Sybilla spoke in a strange mocking voice. Martine could not recognize that voice.
“Some guys in the neighborhood? Some gang?”
“Nah! Nobody in the neighborhood.”
“Herc’les an them?”
(Hercules Johnston was a boy with whom they’d gone to school who was several years older than the girl-cousins but kept back often so he’d spent most of his time in the class just ahead of theirs. Hercules had dropped out of sch
ool at sixteen and now he and his friends were errand-boys for the drug-dealer bosses in Red Rock.)
“I said no. Not Herc’les or anybody you know.”
“Who, then?”
“I told you, M’tine—I can’t tell you. They threatened me they would murder me if I did. And my mother, and anybody in my house or my family and that includes you.” Sybilla spoke with a kind of exasperation, as if there was something here, plain-faced and obvious, that Martine wasn’t getting.

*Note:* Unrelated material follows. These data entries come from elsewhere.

import MidiParser from 'midi-parser-js';

/**
 * Reads a Standard MIDI File with midi-parser-js, a parser from the registry that shares no code
 * with the project's own reader and writer, into raw messages at absolute ticks and milliseconds.
 */
export interface ReadMessage {
  readonly tick: number;
  readonly ms: number;
  readonly data: number[];
}

export function readWithIndependentParser(bytes: Uint8Array): { format: number; tracks: number; messages: ReadMessage[] } {
  // System exclusive data as bytes (the library's default reads them as one big integer).
  MidiParser.customInterpreter = (type, file, metaLength) => {
    if (type !== 0xf || metaLength !== false) return false;
    const length = file.readIntVLV();
    return Array.from({ length }, () => file.readInt(1));
  };
  const midi = MidiParser.parse(bytes);
  MidiParser.customInterpreter = null;
  if (!midi) throw new Error('midi-parser-js could not read the file');
  const division = typeof midi.timeDivision === 'number' ? midi.timeDivision : 480;
  const all: Array<{ tick: number; order: number; data: number[]; tempo?: number }> = [];
  let order = 0;
  for (const track of midi.track) {
    let tick = 0;
    for (const e of track.event) {
      tick += e.deltaTime;
      if (e.type === 0xff) {
        if (e.metaType === 0x51 && typeof e.data === 'number') all.push({ tick, order: order++, data: [], tempo: e.data });
        continue;
      }
      const status = (e.type << 4) | (e.channel ?? 0);
      const d = e.data;
      if (e.type === 0xf) all.push({ tick, order: order++, data: [0xf0, ...(Array.isArray(d) ? d : [])] });
      else all.push({ tick, order: order++, data: [status, ...(Array.isArray(d) ? d : typeof d === 'number' ? [d] : [])] });
    }
  }
  all.sort((a, b) => a.tick - b.tick || a.order - b.order);
  let usPerBeat = 500_000;
  let baseTick = 0;
  let baseMs = 0;
  const messages: ReadMessage[] = [];
  for (const item of all) {
    const ms = baseMs + ((item.tick - baseTick) * usPerBeat) / 1000 / division;
    if (item.tempo !== undefined) {
      baseMs = ms;
      baseTick = item.tick;
      usPerBeat = item.tempo;
      continue;
    }
    messages.push({ tick: item.tick, ms, data: item.data });
  }
  return { format: midi.formatType, tracks: midi.tracks, messages };
}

Martine tried to think. What Sybilla was saying wasn’t irrational but made total sense to her. You did not tell—if telling meant naming an individual or individuals who could punish you worse than you’d been punished. Even if it was an open secret who’d done what to who—which usually in Red Rock it was—you did not tell.

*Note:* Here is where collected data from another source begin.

import type { TimedMessage } from '../../src/midi/bytes.js';
import { DEFAULT_WINDOW, spellKey, type SpelledPitch } from '../../src/pitch/index.js';
import { createEngine, resolveEngineOptions, type EngineOptionsInput } from '../../src/router/setup.js';
import type { Tally } from '../../src/router/tally.js';
import type { Router, RouterEvent } from '../../src/router/router.js';
import { frequency } from '../../src/tuning/index.js';
import { malformation, SynthModel, type ModelVoice } from '../../src/synth/reference-synth.js';

export interface VoiceTag {
  readonly pitch: SpelledPitch;
  /** The tuning's frequency for the spelling, before the wheel. */
  readonly hz: number;
  /** Wheel offset in cents when the note started. */
  readonly wheelAtOnset: number;
}

/**
 * A router wired to the reference synth model. The expected spelling of each key comes from the
 * test (a fixed window by default), its frequency from the tuning core, never from the router.
 */
export class Rig {
  readonly router: Router;
  /** The engine's counts, folded from its events. */
  readonly tally: Tally;
  readonly model: SynthModel;
  readonly events: RouterEvent[] = [];
  readonly sent: TimedMessage[] = [];
  time = 0;
  wheelCents = 0;
  private readonly voices = new Map<number, ModelVoice>();
  private readonly options: ReturnType<typeof resolveEngineOptions>;

  constructor(
    input: EngineOptionsInput,
    private readonly spell: (key: number) => SpelledPitch = (key) => spellKey(input.window ?? DEFAULT_WINDOW, key),
    model?: SynthModel,
  ) {
    this.options = resolveEngineOptions(input);
    const engine = createEngine({ ...input, observer: (e) => this.events.push(e) });
    this.router = engine.router;
    this.tally = engine.tally;
    this.model = model ?? new SynthModel(this.options.synthA4, this.options.releaseGuardMs);
    this.deliver(this.router.start(0));
  }

  /** Feeds output to the model; a voice it starts is tagged with the spelling of `onset` (a key, or the pitch itself). */
  deliver(messages: readonly TimedMessage[], onset?: number | SpelledPitch): ModelVoice[] {
    const started: ModelVoice[] = [];
    for (const m of messages) {
      const problem = malformation(m.data);
      if (problem) throw new Error(`malformed output ${JSON.stringify(m.data)}: ${problem}`);
      this.sent.push(m);
      const voice = this.model.receive(m.time, m.data);
      if (voice) {
        if (onset !== undefined) {
          const pitch = typeof onset === 'number' ? this.spell(onset) : onset;
          const hz = frequency(this.options.tuning, this.options.reference, pitch);
          voice.tag = { pitch, hz, wheelAtOnset: this.wheelCents } satisfies VoiceTag;
        }
        started.push(voice);
      }
    }
    return started;
  }

  at(time: number): this {
    this.time = time;
    this.model.advance(time);
    return this;
  }

  after(ms: number): this {
    return this.at(this.time + ms);
  }

  send(bytes: number[], onset?: number | SpelledPitch, source = 0): ModelVoice[] {
    return this.deliver(this.router.process(this.time, bytes, source), onset);
  }

  on(key: number, velocity = 100, channel = 0): this {
    const started = this.send([0x90 | channel, key, velocity], key);
    const last = started[started.length - 1];
    if (last) this.voices.set(key, last);
    return this;
  }

  off(key: number, channel = 0): this {
    this.send([0x80 | channel, key, 0]);
    return this;
  }

  cc(controller: number, value: number, channel = 0): this {
    this.send([0xb0 | channel, controller, value]);
    return this;
  }

  wheel(value: number): this {
    this.wheelCents = ((value - 8192) / 8192) * this.options.wheelRange * 100;
    this.send([0xe0, value & 0x7f, value >> 7]);
    return this;
  }

  panic(): this {
    this.deliver(this.router.panic(this.time));
    return this;
  }

  /** Largest error in cents of any sounding voice against its spelling's frequency plus the wheel. */
  worstError(): number {
    let worst = 0;
    for (const v of this.model.sounding()) {
      const tag = v.tag as VoiceTag | undefined;
      if (!tag) continue;
      const expected = tag.hz * 2 ** (this.wheelCents / 1200);
      worst = Math.max(worst, Math.abs(1200 * Math.log2(this.model.frequency(v) / expected)));
    }
    return worst;
  }

  /** The model voice the last note-on of input `key` started. */
  voice(key: number): ModelVoice {
    const v = this.voices.get(key);
    if (!v) throw new Error(`no voice was started for key ${key}`);
    return v;
  }
}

“’Nother thing they sayin, there was ‘writin’ on you. Like ‘nigger’—‘slut’—‘Ku Kux Klann.’ Like, in dog shit.”
Martine giggled, this was so weird and so awful! But Sybilla only just made the snuffling-snorting sound like this was some old boring news.
“They sayin you talked to cops. You told cops—somethin.”
“I did not talk to fuckin cops. There was that female ‘detective’—I told you—Puerto Rican tryin to jive my mama an me, she was a ‘sister’—fuckin bullshit!—came to see me in the ER when I wasn’t halfway conscious, an Mama was there, an she got me to say some things. Mama said we had to do that—but no more than that. Nobody ‘filed charges’—that’s what they want me to do, Mama says. You have to go to the police station and report that a crime was perp’trated on you and make that charge. And they write it down, and you can’t erase it. They ask you a thousand stupid questions and take ‘evidence’ like from the hospital—take pictures of you and you look at pictures in the police station—they never let up, once it starts. So they aint gonna get me. And I aint goin back to any white doctor, either. They could give me some kind of ‘truth serum’ without Mama or me knowing, Mama says.” Sybilla spoke hotly, squirming in distress.
Ednetta had taken her to a doctor on Trenton Avenue before bringing her to Eleventh Street, Sybilla said. Ednetta didn’t trust “white” doctors. (To Ednetta, any Asian-looking professional person was “white”—or worse than “white.” Looking at you with that pissy-polite face so you know they’re thinking how pitiful you are.) This “Dr. Cleveland” had a diploma on the wall certifying him as a chiropractor but he had painkiller pills he could dispense in his office, chalky-white pills so large you had to cut them in two with a knife-edge.